Calculating PF is brutally difficult but, luckily, magic estimation equations have been known for decades. These math equations, and hundreds of others, can be found in a famous reference, “Handbook of Mathematical Functions” by M. Abramowitz and I.A. Stegun. The book is often called simply “A&S” among scientific programmers. Each A&S equation has an ID number.

In the demo, method PF is really just a wrapper around method BetaInc:

``````static double PF(double a, double b, double x)
{
double z = (a * x) / (a * x + b);
return BetaInc(a / 2, b / 2, z);
}
``````

The name of method BetaInc stands for “incomplete Beta.” Method BetaInc uses A&S equations 6.6.2 and 26.5.8. Those equations call a LogGamma function and a BetaIncCf function. The LogGamma function is extremely difficult to explain and to implement. Briefly, the mathematical Gamma function extends the notion of factorial to real-valued numbers. Just like factorials, the values of the Gamma function can become astronomically large, so to handle them it’s common to compute the log of Gamma to keep values smaller.

Calculating LogGamma is very tricky and there are several algo­rithms you can use. The demo program uses an algorithm called the Lanczos approximation with (g=5, n=7). The A&S reference has different algorithms that can calculate LogGamma, but the Lanczos approximation, which was not known when A&S was published, gives more accurate results.
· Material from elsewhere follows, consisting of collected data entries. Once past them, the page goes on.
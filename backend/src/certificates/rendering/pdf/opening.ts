/** First page: who, what for, which issue, and the answer. */
import type { CertificateSnapshot } from '@strainwright/common/contract/certificates';
import type { Content } from 'pdfmake/interfaces';
import { CONSTANTS, type ConstantName } from '@strainwright/common/contract/vocabulary';
import { BASIS_EXPLANATIONS, CONSTANT_NAMES, dayOf, daysOfActivity, distinct, issueName, statedConstant, SYMBOLS, type CertificateResult } from '../wording';
import { facts, heading, INK, ruledTable, rule, WARN } from './style';

export function openingPage(snapshot: CertificateSnapshot): Content[] {
  return [masthead(snapshot), rule(INK, 0.9), ...replacement(snapshot), parties(snapshot), ...separation(snapshot), heading('Results'), ...summary(snapshot)];
}

function masthead(snapshot: CertificateSnapshot): Content {
  return {
    margin: [0, 0, 0, 8],
    columns: [
      {
        width: '*',
        stack: [
          { text: snapshot.title, style: 'title' },
          { text: snapshot.laboratory.name, fontSize: 10.5, margin: [0, 6, 0, 0] },
          { text: snapshot.laboratory.address, fontSize: 8.5 },
        ],
      },
      {
        width: 190,
        stack: [
          { text: 'Certificate', style: 'label', alignment: 'right' },
          { text: snapshot.number, font: 'RobotoMono', bold: true, fontSize: 14, alignment: 'right' },
          { text: `issue ${snapshot.issue}, ${dayOf(snapshot.issuedAt, snapshot.laboratory.timeZone)}`, font: 'RobotoMono', fontSize: 8.5, alignment: 'right' },
        ],
      },
    ],
  };
}

function replacement(snapshot: CertificateSnapshot): Content[] {
  const { replaces } = snapshot;
  if (replaces === null) return [];
  const day = dayOf(replaces.releasedAt, snapshot.laboratory.timeZone);
  return [{
    margin: [0, 8, 0, 0],
    stack: [
      { text: `Amendment: issue ${snapshot.issue} replaces certificate ${replaces.number} issue ${replaces.issue} of ${day}.`, bold: true, fontSize: 9 },
      { text: `Reason: ${replaces.reason}`, fontSize: 8.5, margin: [0, 2, 0, 0] },
    ],
  }];
}

function parties(snapshot: CertificateSnapshot): Content {
  const { customer, order, results } = snapshot;
  return {
    margin: [0, 8, 0, 0],
    stack: [facts([
      ['Customer', `${customer.name}\n${customer.address}`],
      ['Order', order.number],
      ['Customer’s reference', order.customerReference],
      ['Tested', daysOfActivity(snapshot)],
      ['Analysed by', distinct(results.map((r) => r.analysedBy)).join(', ')],
      ['Reviewed by', distinct(results.map((r) => r.reviewedBy)).join(', ')],
      ['Released by', snapshot.releasedBy],
      ['Place of testing', `${snapshot.laboratory.name}, ${snapshot.laboratory.address}`],
    ], 3)],
  };
}

function separation(snapshot: CertificateSnapshot): Content[] {
  if (snapshot.laboratory.separationOfDuties) return [];
  return [{ text: 'Separation of duties is switched off in this laboratory: the work and its review or release may be by the same person.', fontSize: 8, color: WARN, margin: [0, 4, 0, 0] }];
}

function summary(snapshot: CertificateSnapshot): Content[] {
  const bases = distinct(snapshot.results.map((r) => r.basis)) as CertificateResult['basis'][];
  return [
    ruledTable(
      [{ head: 'Specimen', width: 78 }, { head: 'Basis', width: 42 }, ...CONSTANTS.map((c) => ({ head: `${CONSTANT_NAMES[c]} ${SYMBOLS[c]}`, width: '*' as const, right: true }))],
      snapshot.results.map((r) => [{ text: r.specimenMark, style: 'number' }, r.basis, ...CONSTANTS.map((c) => summaryCell(r, c))]),
    ),
    { style: 'note', stack: notes(snapshot, bases) },
  ];
}

function summaryCell(result: CertificateResult, constant: ConstantName): Content {
  const stated = statedConstant(result.result, constant);
  if (stated === null) return { text: '–', alignment: 'right' };
  return { text: `${stated.text}${stated.validated ? '' : ' ‡'}`, style: 'number', fontSize: 7.2, alignment: 'right' };
}

function notes(snapshot: CertificateSnapshot, bases: CertificateResult['basis'][]): Content[] {
  const anyInterval = snapshot.results.some((r) => CONSTANTS.some((c) => statedConstant(r.result, c)?.validated === false));
  return [
    { text: `Values are given with their expanded uncertainty for a coverage probability of 95 %; coverage factors k are listed with each result. ${bases.map((b) => `${b.charAt(0).toUpperCase()}${b.slice(1)} constants are ${BASIS_EXPLANATIONS[b]}.`).join(' ')}` },
    ...(anyInterval ? [{ text: '‡ Stated as the shortest 95 % interval of a Monte Carlo evaluation (JCGM 101), because the first-order uncertainty does not agree with it within its digits.' }] : []),
    { text: `This certificate is ${issueName(snapshot)}. Numbers are rounded once, here; the data file of the same number carries them in full.` },
  ];
}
The name of method BetaIncCf stands for “incomplete Beta computed by continued fraction.” The demo program uses A&S equation 26.5.8 for method BetaIncCf.

## Wrapping Up

An ANOVA test makes three mathematical assumptions: that the group data items are mathematically independent; that the population data sets are distributed normally (as in the Gaussian distribution); and that the population data sets have equal variances.
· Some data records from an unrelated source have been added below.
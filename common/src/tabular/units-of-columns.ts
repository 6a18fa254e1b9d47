/** The unit of a column: as the file states it, else proposed by the size of its numbers and said to be doubtful. */
import type { Channel } from '../contract/runs';
import { unit, type Dimension } from '../quantities/units';
import { finiteOf, largestOf, nameOf, type ColumnText } from './column-text';
import type { Doubts } from './doubts';

const isStrain = (channel: Channel) => channel.startsWith('axial') || channel.startsWith('transverse');

/** Strains of 200 % and more are no test of stiffness; strains under 10⁻⁸ are none that a gauge resolves. */
const LARGEST_STRAIN = 2;
const SMALLEST_STRAIN = 1e-8;

function strainBySize(largest: number): string {
  if (largest > 20) return 'µε';
  return largest > 0.1 ? '%' : 'mm/mm';
}

/** By the whole time that a waveform takes: pulses through specimens last from under a microsecond to some milliseconds. */
function timeBySize(column: ColumnText): string {
  const values = finiteOf(column.values);
  const span = (values[values.length - 1] ?? 0) - (values[0] ?? 0);
  if (span < 0.05) return 's';
  return span > 5000 ? 'ns' : 'µs';
}

function proposed(column: ColumnText, channel: Channel, waveform: boolean): string {
  if (isStrain(channel)) return strainBySize(largestOf(column));
  if (channel === 'time') return waveform ? timeBySize(column) : 's';
  return channel === 'force' ? 'kN' : 'MPa';
}

function strainOutOfSize(column: ColumnText, symbol: string): boolean {
  const factor = unit(symbol)?.factor ?? 1;
  const largest = largestOf(column) * factor;
  return largest > LARGEST_STRAIN || (largest > 0 && largest < SMALLEST_STRAIN);
}

const FITTING: Readonly<Partial<Record<Channel, Dimension>>> = { time: 'time', force: 'force', stress: 'pressure' };

/** The unit that a column of a channel gets; a doubt is said where it is not the file's own. */
export function unitOfColumn(column: ColumnText, channel: Channel, waveform: boolean, doubts: Doubts): string {
  const known = unit(column.unitText);
  if (channel === 'ignore' || channel === 'trace') return known?.symbol ?? '';
  if (column.isClock) return 's';
  const fits = known !== undefined && (isStrain(channel) ? known.dimension === 'strain' || known.dimension === 'length' : known.dimension === FITTING[channel]);
  if (fits) {
    if (isStrain(channel) && known.dimension === 'strain' && strainOutOfSize(column, known.symbol)) {
      doubts.say(0.4, `${nameOf(column)} states ${known.symbol}, but its numbers go to ${largestOf(column).toPrecision(3)}, which is no strain of a specimen in that unit; ${strainBySize(largestOf(column))}?`);
    }
    return known.symbol;
  }
  if (channel === 'force' && known?.dimension === 'mass') {
    const symbol = known.symbol === 'lb' ? 'lbf' : known.symbol === 'kg' ? 'kgf' : 'kN';
    doubts.say(0.5, `${nameOf(column)} is a force, but states ${known.symbol}: ${symbol} is proposed; please check.`);
    return symbol;
  }
  const symbol = proposed(column, channel, waveform);
  if (column.unitText === '') doubts.say(channel === 'time' && !waveform ? 0.9 : 0.5, `${nameOf(column)} states no unit: ${symbol} is proposed${isStrain(channel) || waveform ? ' from its size' : ''}; please check.`);
  else doubts.say(0.3, `${nameOf(column)} states the unit “${column.unitText}”, which is not known${isStrain(channel) ? ' as a strain or length' : ` as ${channel === 'stress' ? 'a stress' : channel === 'force' ? 'a force' : 'a time'}`}: ${symbol} is proposed; please check.`);
  return symbol;
}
There are several ways you can test these assumptions, but inter­preting their results is challenging. The problem is that it’s highly unlikely that real-world data is exactly normal and has exactly equal variances, though ANOVA still works when data is somewhat non-normal or has non-equal variances. The bottom line is that it’s extremely difficult to prove ANOVA assumptions so you should be very conservative when interpreting results.
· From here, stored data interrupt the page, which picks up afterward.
/** Acts that ask once more: a reason that is kept, or the password. */
import { Button, Dialog, DialogActions, DialogContent, DialogTitle, Stack, TextField, Typography } from '@mui/material';
import { useState, type ReactNode } from 'react';
import { ProblemAlert } from './states';

interface AskProps {
  title: string;
  text: ReactNode;
  label: string;
  confirm: string;
  secret?: boolean;
  /** Shortest text that may be sent. */
  least?: number;
  onClose: () => void;
  onConfirm: (text: string) => Promise<unknown>;
}

/** Asks for a text and does not close until the act has succeeded; what was typed stays when it fails. */
export function AskDialog({ title, text, label, confirm, secret = false, least = 1, onClose, onConfirm }: AskProps) {
  const [value, setValue] = useState('');
  const [error, setError] = useState<unknown>(null);
  const [busy, setBusy] = useState(false);
  const send = () => {
    setBusy(true);
    setError(null);
    onConfirm(value).then(onClose, setError).finally(() => setBusy(false));
  };
  return (
    <Dialog open onClose={onClose} fullWidth maxWidth="sm" aria-labelledby="ask-title">
      <form onSubmit={(event) => { event.preventDefault(); send(); }}>
        <DialogTitle id="ask-title">{title}</DialogTitle>
        <DialogContent>
          <Stack spacing={2}>
            <Typography component="div">{text}</Typography>
            <ProblemAlert error={error} />
            <TextField label={label} value={value} onChange={(e) => setValue(e.target.value)} type={secret ? 'password' : 'text'} autoComplete={secret ? 'current-password' : 'off'} multiline={!secret} minRows={secret ? undefined : 2} autoFocus required />
          </Stack>
        </DialogContent>
        <DialogActions>
          <Button onClick={onClose}>Cancel</Button>
          <Button type="submit" variant="contained" color="primary" disabled={busy || value.trim().length < least}>{confirm}</Button>
        </DialogActions>
      </form>
    </Dialog>
  );
}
ANOVA is closely related to the t-test. The t-test determines if the population means of exactly two groups are equal, in situations where you have only sample data. So, if you have three groups, as in the demo, instead of using ANOVA, you could conceivably perform three t-tests, comparing groups 1 and 2, groups 1 and 3, and groups 2 and 3. However, this approach isn’t recommended because it introduces what’s called a Type 1 error (a false positive).